TASK BRIEF:
Of all the lines in the entries below, give again exactly those starting at the line containing "chosenRouteId: string | null;" and ending at the line containing "sentAt: string | null;", both ends included, and no others.

DATA FOR THIS EXERCISE:
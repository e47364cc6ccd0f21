import { converter } from 'culori';
import { rgb255, toColor, type Color } from './parse';

/**
 * Every notation of one colour, computed from its stored 8-bit sRGB value.
 * hsl: h 0–360°, s and l 0–100 %. oklch: l 0–1, c ≥ 0, h 0–360°. lab: CIELAB D50 as CSS lab() uses it;
 * lab65: CIELAB D65. cmyk: plain formula percentages (not a press value; see iccCmyk). Hue is 0 for greys.
 */
export interface ColorValues {
  hex: string;
  alpha: number;
  rgb: [number, number, number];
  hsl: { h: number; s: number; l: number; css: string };
  oklch: { l: number; c: number; h: number; css: string };
  lab: { l: number; a: number; b: number; css: string };
  lab65: { l: number; a: number; b: number };
  cmyk: [number, number, number, number];
}

const toHsl = converter('hsl');
const toOklch = converter('oklch');
const toLab = converter('lab');
const toLab65 = converter('lab65');

const round = (v: number, places: number) => {
  const f = 10 ** places;
  const r = Math.round(v * f) / f;
  return Object.is(r, -0) ? 0 : r;
};
const hue = (h: number | undefined, chroma: number, places: number) =>
  h === undefined || Number.isNaN(h) || chroma < 1e-4 ? 0 : round(((h % 360) + 360) % 360, places);

/** Naive RGB→CMYK (common practice formula, no colour management), percentages to 1 decimal. */
export function plainCmyk(input: string | Color): [number, number, number, number] {
  const [r, g, b] = rgb255(input).map((v) => v / 255);
  const k = 1 - Math.max(r, g, b);
  if (k >= 1) return [0, 0, 0, 100];
  const part = (v: number) => round(((1 - v - k) / (1 - k)) * 100, 1);
  return [part(r), part(g), part(b), round(k * 100, 1)];
}

/** Computes HEX, RGB, HSL, OKLCH, CIELAB (D50 and D65) and plain CMYK for one colour. */
export function colorValues(input: string | Color): ColorValues {
  const color = toColor(input);
  const [r, g, b] = rgb255(color);
  const base = { mode: 'rgb' as const, r: r / 255, g: g / 255, b: b / 255 };
  const hsl = toHsl(base);
  const ok = toOklch(base);
  const lab = toLab(base);
  const lab65 = toLab65(base);
  const hs = round((hsl.s ?? 0) * 100, 1);
  const hh = hue(hsl.h, hs, 1);
  const hl = round(hsl.l * 100, 1);
  const oc = round(ok.c, 4);
  const oh = hue(ok.h, oc, 2);
  const ol = round(ok.l, 4);
  const la = { l: round(lab.l, 2), a: round(lab.a, 2), b: round(lab.b, 2) };
  const alphaCss = color.alpha < 1 ? ` / ${round(color.alpha, 3)}` : '';
  return {
    hex: color.hex,
    alpha: color.alpha,
    rgb: [r, g, b],
    hsl: { h: hh, s: hs, l: hl, css: `hsl(${hh} ${hs}% ${hl}%${alphaCss})` },
    oklch: { l: ol, c: oc, h: oh, css: `oklch(${round(ol * 100, 2)}% ${oc} ${oh}${alphaCss})` },
    lab: { ...la, css: `lab(${la.l}% ${la.a} ${la.b}${alphaCss})` },
    lab65: { l: round(lab65.l, 2), a: round(lab65.a, 2), b: round(lab65.b, 2) },
    cmyk: plainCmyk(color),
  };
}
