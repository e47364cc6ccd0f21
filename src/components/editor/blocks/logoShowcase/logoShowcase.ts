// Tiptap node of the logoShowcase block: attributes come from its schema, the view from LogoShowcaseView.
import { mergeAttributes, Node } from '@tiptap/core';
import { ReactNodeViewRenderer } from '@tiptap/react';
import { logoShowcaseBlock } from '@/lib/guideline/blocks/logoShowcase';
import { BLOCK_NODE_SPEC, blockAttributes } from '@/components/editor/blocks/attributes';
import { LogoShowcaseView } from './LogoShowcaseView';

export const LogoShowcaseNode = Node.create({
  name: logoShowcaseBlock.type,
  ...BLOCK_NODE_SPEC,
  addAttributes: () => blockAttributes(logoShowcaseBlock.defaults),
  parseHTML: () => [{ tag: `div[data-block="${logoShowcaseBlock.type}"]` }],
  renderHTML: ({ HTMLAttributes }) => ['div', mergeAttributes(HTMLAttributes, { 'data-block': logoShowcaseBlock.type })],
  addNodeView: () => ReactNodeViewRenderer(LogoShowcaseView),
});
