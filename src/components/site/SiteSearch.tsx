// The search box of a published version's page and of its print edition on screen. Hidden until its script runs
// (search.js, the version's own copy), so a page without scripts shows no box that does nothing; never printed.
import { staticHref } from '@/site/static-files';
import { EVENTS_PATH } from '@/lib/insights/contract';
import { versionPath } from '@/lib/publishing/snapshot-urls';

export interface SiteSearchProps {
  slug: string;
  number: number;
  /** In the site's header, or floating over the print edition's sheets. */
  place: 'header' | 'sheet';
}

export function SiteSearch({ slug, number, place }: SiteSearchProps) {
  const base = versionPath(slug, number);
  const id = `site-search-${place}`;
  return (
    <div
      data-site-search
      hidden
      data-index={`${base}/search.json`}
      data-engine={staticHref(slug, number, 'minisearch.js')}
      data-events={`${base}/${EVENTS_PATH}`}
      role="search"
      className={place === 'header' ? 'site-search relative order-last w-full text-ink lg:order-none lg:ml-auto lg:w-72' : 'site-search print-search text-ink'}
    >
      <label htmlFor={`${id}-input`} className="sr-only">
        Search these guidelines
      </label>
      <div className="relative">
        <input
          id={`${id}-input`}
          data-search-input
          type="search"
          role="combobox"
          aria-autocomplete="list"
          aria-expanded="false"
          aria-controls={`${id}-list`}
          aria-describedby={`${id}-hint`}
          aria-keyshortcuts="/"
          autoComplete="off"
          spellCheck={false}
          placeholder="Colour, logo, typeface, word…"
          className="peer w-full rounded-lg border border-black/25 bg-white py-2 pl-3 pr-9 text-sm text-ink placeholder:text-ink-faint"
        />
        <kbd id={`${id}-hint`} title="Press / to search" className="pointer-events-none absolute right-2 top-1/2 -translate-y-1/2 rounded border max-lg:hidden peer-focus:invisible peer-[:not(:placeholder-shown)]:invisible border-black/20 px-1.5 font-mono text-xs text-ink-soft">
          <span aria-hidden="true">/</span>
          <span className="sr-only">Press slash to search from anywhere on the page.</span>
        </kbd>
      </div>
      <div data-search-panel hidden className="absolute left-0 right-0 top-full z-40 mt-2 max-h-[70vh] overflow-y-auto rounded-lg border border-black/15 bg-white p-1 text-sm text-ink shadow-lg lg:left-auto lg:w-[26rem] lg:max-w-[calc(100vw-3rem)]">
        <p data-search-message hidden className="px-3 py-2 text-ink-soft" />
        <div data-search-list id={`${id}-list`} role="listbox" aria-label="Search results" />
      </div>
      <p data-search-status role="status" className="sr-only" />
      <script type="module" src={staticHref(slug, number, 'search.js')} />
    </div>
  );
}
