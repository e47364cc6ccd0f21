// APCA is the draft contrast method proposed for WCAG 3; it is shown as a second opinion only, never as a pass/fail.
// The apca-w3 package carries its own licence with limits on use and naming: see the package licence.
import { APCAcontrast, sRGBtoY } from 'apca-w3';
import { flatten } from './contrast';
import type { Color } from './parse';

/** APCA lightness contrast Lc (signed: positive for dark text on light, negative for light on dark). */
export function apcaContrast(text: string | Color, background: string | Color): number {
  const bg = flatten(background, [255, 255, 255]);
  const fg = flatten(text, bg);
  return Number(APCAcontrast(sRGBtoY(fg), sRGBtoY(bg)));
}
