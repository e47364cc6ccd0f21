/** Error codes the colour library reports. */
export type ColorErrorCode = 'color_unparsed' | 'invalid_input';

/** A typed, plain-worded colour error that callers can map to a response. */
export class ColorError extends Error {
  readonly code: ColorErrorCode;
  constructor(code: ColorErrorCode, message: string) {
    super(message);
    this.name = 'ColorError';
    this.code = code;
  }
}
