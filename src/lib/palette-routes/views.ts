// What the palette-route screens show: plain shapes shared by the server module and the islands (no server code here).
import type { RouteSetStatus } from '@db/models/palette-routes';

export type { RouteSetStatus } from '@db/models/palette-routes';

export interface RouteSwatch {
  id: string;
  name: string;
  hex: string;
  role: string | null;
}

/** The level a text/ground pair reaches under WCAG 2.2 (SC 1.4.3 AA 4.5:1, 3:1 for large text; SC 1.4.6 AAA 7:1). */
export type ContrastVerdict = 'AAA' | 'AA' | 'AA large' | 'fails';

export interface RoutePair {
  text: string;
  ground: string;
  ratio: number;
  /** The ratio as people read it, rounded down to two decimals so 4.499 never shows as 4.5. */
  shown: string;
  verdict: ContrastVerdict;
}

/** What each verdict lets a pair carry, in our words. */
export const VERDICT_WORDS: Record<ContrastVerdict, string> = {
  AAA: 'AAA: any text size',
  AA: 'AA: body text',
  'AA large': 'AA for large text only',
  fails: 'Below AA: decoration only',
};

export interface RouteColorView extends RouteSwatch {
  value: string;
}

export interface RouteView {
  id: string;
  position: number;
  name: string;
  rationale: string;
  colors: RouteColorView[];
  contrast: RoutePair[];
  clientComment: string | null;
}

export interface RouteSetDecision {
  by: string;
  at: string;
  chosenRouteId: string | null;
  comment: string;
}

export interface RouteSetView {
  id: string;
  title: string;
  intro: string;
  status: RouteSetStatus;
  contactName: string | null;
  contactEmail: string | null;
  sentAt: string | null;
  expiresAt: string | null;
  appliedAt: string | null;
  createdBy: string | null;
  routes: RouteView[];
  decision: RouteSetDecision | null;
}

export interface PublicRouteSet {
  brandName: string;
  title: string;
  intro: string;
  status: RouteSetStatus;
  contactName: string | null;
  expiresAt: string | null;
  routes: RouteView[];
  decision: RouteSetDecision | null;
}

OUTPUT FOR THIS TASK:
  chosenRouteId: string | null;
  comment: string;
}

export interface RouteSetView {
  id: string;
  title: string;
  intro: string;
  status: RouteSetStatus;
  contactName: string | null;
  contactEmail: string | null;
  sentAt: string | null;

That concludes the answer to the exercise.